No such thing. All Panasonic 18650 LiCo can handle 2C max. Panasonic always provide a datasheet with discharge graph at 2C. What they don't provide is a temperature chart at that rate.

there are panasonics (substantially lower mAh) designed for 5C theoretically.

No such thing either. We're talking about 18650 LiCo cells specifically designed for use in laptops.

 

[migueralliart]

I wanted to be before the "cliff" so I have my LVC at 3.4V.

In case of those low C-rate (high IR) cells LVC can be set to 3.00V since sag will be severe and after loaded condition LVC they will jump up to somewhere 3.6V. Now, for high C rate LiPo 3.4-3.6V LVC in bulk is mandatory.

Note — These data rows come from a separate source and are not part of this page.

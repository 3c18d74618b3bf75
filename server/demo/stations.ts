import type { LineId, ProductId } from '../../core/record/part.ts';

/**
 * What a station of the demo says of its units, `perMinute` records a minute of the running line. `level` is how it
 * is when all is well: the chance of a nonconforming unit, flaws per 100 m, or the mean of the measured values.
 */
export type Stream =
  | { readonly kind: 'verdicts'; readonly characteristic: string; readonly perMinute: number; readonly level: number; /** Share of rejects that a second look passes. */ readonly passedLater?: number }
  | { readonly kind: 'tallies'; readonly characteristic: string; readonly perMinute: 1; readonly units: number; readonly level: number }
  | { readonly kind: 'exposures'; readonly characteristic: string; readonly perMinute: number; readonly metres: number; readonly level: number }
  | { readonly kind: 'measurements'; readonly characteristic: string; readonly perMinute: number; readonly sd: number; /** Smallest step of the device. */ readonly step: number; readonly level: number };

export interface DemoStation {
  readonly id: string;
  readonly line: LineId;
  /** It tells what the line does: product, lots, stops. */
  readonly leads: boolean;
  readonly streams: readonly Stream[];
}

export type HoseLine = 'A' | 'B';
export const hoseLines: readonly HoseLine[] = ['A', 'B'];
/** Hoses a minute of a running hose line. */
export const hosesPerMinute = 40;
export const bottlesPerMinute = 60;

/** How well each line is when it is well; no two lines are quite alike. */
const well = {
  A: { flaws: 0.95, crimp: 0.003, force: 517, leak: 250e-6, finish: 0.0065 },
  B: { flaws: 1.05, crimp: 0.0035, force: 509.5, leak: 200e-6, finish: 0.0085 },
} as const;

function hoseStations(line: HoseLine): DemoStation[] {
  const { flaws, crimp, force, leak, finish } = well[line];
  const perMinute = hosesPerMinute;
  return [
    { id: `${line}.cutting`, line, leads: true, streams: [{ kind: 'exposures', characteristic: 'surface', perMinute, metres: 1.5, level: flaws }] },
    {
      id: `${line}.crimping`, line, leads: false, streams: [
        { kind: 'verdicts', characteristic: 'crimp', perMinute, level: crimp },
        { kind: 'measurements', characteristic: 'pull-off-force', perMinute: perMinute / 2, sd: 38, step: 0.5, level: force },
      ],
    },
    { id: `${line}.leak-test`, line, leads: false, streams: [{ kind: 'verdicts', characteristic: 'tightness', perMinute, level: leak }] },
    {
      id: `${line}.final-inspection`, line, leads: false, streams: [
        { kind: 'verdicts', characteristic: 'finish', perMinute, level: finish, passedLater: 0.15 },
        { kind: 'verdicts', characteristic: 'outgoing', perMinute: perMinute / 2, level: 0.0003 },
      ],
    },
  ];
}

/** Every station of the demo plant, line by line, in the order the units pass them. */
export const demoStations: readonly DemoStation[] = [
  ...hoseLines.flatMap(hoseStations),
  { id: 'K.filling', line: 'K', leads: true, streams: [{ kind: 'measurements', characteristic: 'fill', perMinute: bottlesPerMinute, sd: 1.4, step: 0.1, level: 250.5 }] },
  { id: 'K.packing', line: 'K', leads: false, streams: [{ kind: 'tallies', characteristic: 'kit', perMinute: 1, units: bottlesPerMinute, level: 0.001 }] },
];

/** The product a line makes when nobody changed it over. */
export const usualProduct = (line: LineId): ProductId => (line === 'K' ? 'FK-250' : 'BH-4');
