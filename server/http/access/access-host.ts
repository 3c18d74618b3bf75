import type { FastifyRequest } from 'fastify';
import type { AccessBook } from '../../access/access-book.ts';
import type { ActingPeople } from '../../access/acting.ts';
import type { Caller } from '../../access/caller.ts';
import type { Invitations } from '../../access/invitations.ts';
import type { OwnAccount } from '../../access/own-account.ts';
import type { PasskeyPlace, Passkeys } from '../../access/passkeys.ts';
import { sessionCookie } from '../../access/session-cookie.ts';
import type { Begun, Origin, SignIn } from '../../access/sign-in.ts';

/** What the routes of people are answered from. */
export interface AccessHost {
  readonly book: AccessBook;
  readonly signIn: SignIn;
  readonly invitations: Invitations;
  readonly own: OwnAccount;
  readonly acting: ActingPeople;
  readonly passkeys: Passkeys;
  /** How long a browser keeps the cookie, s. */
  readonly sessionSeconds: number;
  readonly lines: () => readonly string[];
}

export const originOf = (request: FastifyRequest): Origin => ({ address: request.ip, agent: request.headers['user-agent'] ?? '' });

export const isSecure = (request: FastifyRequest): boolean => request.protocol === 'https';

/** The cookie that goes with a session that has begun. */
export const cookieOf = ({ secret }: Begun, request: FastifyRequest, seconds: number): string => sessionCookie(secret, isSecure(request), seconds);

/** The account that asks; routes of one's own account are only reached with one. */
export const accountOf = ({ account }: Caller): string => account ?? '';

/** The name under which a person's act is recorded. */
export const nameOf = ({ name }: Caller): string => name ?? 'unknown';

/** Where a passkey holds: at the host the browser asked for. */
export const placeOf = (request: FastifyRequest): PasskeyPlace => ({ host: request.hostname, origin: `${request.protocol}://${request.host}` });
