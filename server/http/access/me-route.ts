import { actions, type Action } from '../../../core/access/action.ts';
import { mayDo } from '../../../core/access/may-do.ts';
import { whoDoes, type Caller } from '../../access/caller.ts';
import { route, type AnyRoute } from '../route.ts';
import { meAnswer } from './access-answers.ts';

/** What may be done where: at the plant as a whole, and on which lines. */
type May = Readonly<Record<Action, { readonly plant: boolean; readonly lines: 'all' | readonly string[] }>>;

export interface MeHost {
  readonly access: 'open' | 'accounts';
  readonly hasAccounts: () => boolean;
  readonly hasPasskeys: () => boolean;
  /** What people call the directory; undefined where none is set up. */
  readonly directory: string | undefined;
  readonly lines: () => readonly string[];
  /** Whether an account has a password, that it can be asked for again. */
  readonly hasPassword: (account: string) => boolean;
  /** Whether people act by PIN where this caller asks from. */
  readonly isTerminal: (caller: Caller) => boolean;
}

/** GET /api/me: who asks, and what they may; open to all, so that a page knows whether to ask for a name. */
export function meRoute(host: MeHost): AnyRoute {
  return route({
    method: 'GET', path: '/api/me', summary: 'Who asks, and what they may do', needs: 'nobody', answer: meAnswer,
    handle: ({ caller }) => ({
      access: host.access,
      firstAccount: host.access === 'accounts' && !host.hasAccounts(),
      passkeys: host.hasPasskeys(),
      directory: host.directory ?? null,
      caller: told(caller as Caller | undefined, host),
    }),
  });
}

function told(caller: Caller | undefined, { lines, hasPassword, isTerminal }: MeHost): object | null {
  if (caller === undefined) return null;
  const { kind, name, account, grants, until, acting } = caller;
  return {
    kind,
    name: name ?? null,
    account: account ?? null,
    grants: grants.map(({ role, line }) => ({ role, line: line ?? null })),
    until: until ?? null,
    may: mayOf(caller, lines()),
    pin: acting === undefined ? null : { name: acting.name, until: acting.until },
    terminal: isTerminal(caller),
    hasPassword: account !== undefined && hasPassword(account),
  };
}

function mayOf(caller: Caller, lines: readonly string[]): May {
  const of = (action: Action): May[Action] => {
    const doer = whoDoes(caller, action);
    const allowed = lines.filter((line) => mayDo(doer, action, line));
    return { plant: mayDo(doer, action, undefined), lines: allowed.length === lines.length ? 'all' : allowed };
  };
  return Object.fromEntries(actions.map((action) => [action, of(action)])) as unknown as May;
}
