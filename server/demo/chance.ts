/** Chance that can be repeated, for the demo: the same words give the same numbers, on every machine. */
export class Chance {
  #a: number;
  #b: number;
  #c: number;
  #d: number;

  /** @param words what the numbers are for, e.g. a station and a minute: those of different words are unrelated */
  constructor(...words: readonly (string | number)[]) {
    const text = words.join('/');
    this.#a = scrambled(text, 1);
    this.#b = scrambled(text, 2);
    this.#c = scrambled(text, 3);
    this.#d = scrambled(text, 4) | 1; // Four zeros would stay zeros.
  }

  /** A number from 0 (excluded) to 1 (excluded), evenly. */
  share(): number {
    return (this.#next() + 0.5) / 4_294_967_296;
  }

  /** A whole number from 0 to `count` - 1, evenly. */
  below(count: number): number {
    return Math.floor(this.share() * count);
  }

  /** One of the given, each as likely. */
  oneOf<T>(choices: readonly [T, ...T[]]): T {
    return choices[this.below(choices.length)] ?? choices[0];
  }

  /** A value of a normal law. @source G. E. P. Box, M. E. Muller 1958 (from memory) */
  normal(mean: number, sd: number): number {
    return mean + sd * Math.sqrt(-2 * Math.log(this.share())) * Math.cos(2 * Math.PI * this.share());
  }

  /** A count of a Poisson law: how many exponential waits fit into `mean`. Meant for means up to some dozens. */
  poisson(mean: number): number {
    let count = -1;
    for (let waited = 0; waited < mean; count += 1) waited -= Math.log(this.share());
    return Math.max(count, 0);
  }

  /** Which of `units` units are hit, each with chance `p`: places from 0, rising. The gaps follow a geometric law. */
  places(units: number, p: number): number[] {
    const found: number[] = [];
    if (!(p > 0)) return found;
    const miss = Math.log1p(-Math.min(p, 1));
    for (let place = -1; ;) {
      place += 1 + Math.floor(Math.log(this.share()) / miss);
      if (!(place < units)) return found;
      found.push(place);
    }
  }

  /** @source G. Marsaglia, Xorshift RNGs, J. Stat. Software 8 (2003) 14, the generator of 128 bits (from memory) */
  #next(): number {
    const mixed = this.#a ^ (this.#a << 11);
    this.#a = this.#b;
    this.#b = this.#c;
    this.#c = this.#d;
    this.#d = (this.#d ^ (this.#d >>> 19) ^ mixed ^ (mixed >>> 8)) | 0;
    return this.#d >>> 0;
  }
}

/** 32 bits of a text. @source the mixing of Fowler, Noll and Vo (1a), then a xor-shift-multiply finish (from memory) */
function scrambled(text: string, round: number): number {
  let bits = 0x811c9dc5 ^ Math.imul(round, 0x9e3779b1);
  for (let i = 0; i < text.length; i += 1) bits = Math.imul(bits ^ text.charCodeAt(i), 0x01000193);
  bits = Math.imul(bits ^ (bits >>> 16), 0x85ebca6b);
  bits = Math.imul(bits ^ (bits >>> 13), 0xc2b2ae35);
  return (bits ^ (bits >>> 16)) | 0;
}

At cruising speed and low amps being pulled from the controller I rather have LVC at 3.4V than 3.0V if I want to prolong cycle life. IF you see a discharge graph at CRUISING speed like I do you will notice there is so little left in the pack after that 3.4-3.5V level at a low discharge.

 

[SamTexas]

In case of those low C-rate (high IR) cells LVC can be set to 3.00V since sag will be severe and after loaded condition LVC they will jump up to somewhere 3.6V.

Agreed. Actually some Panasonic cells can be run down to 2.5V under load. However, there isn't much juice left below 3.0V under load. So it's just an academic question whether the LVC is set 2.5, 3.0, 3.2 or 3.3. The difference is probably less than 5%.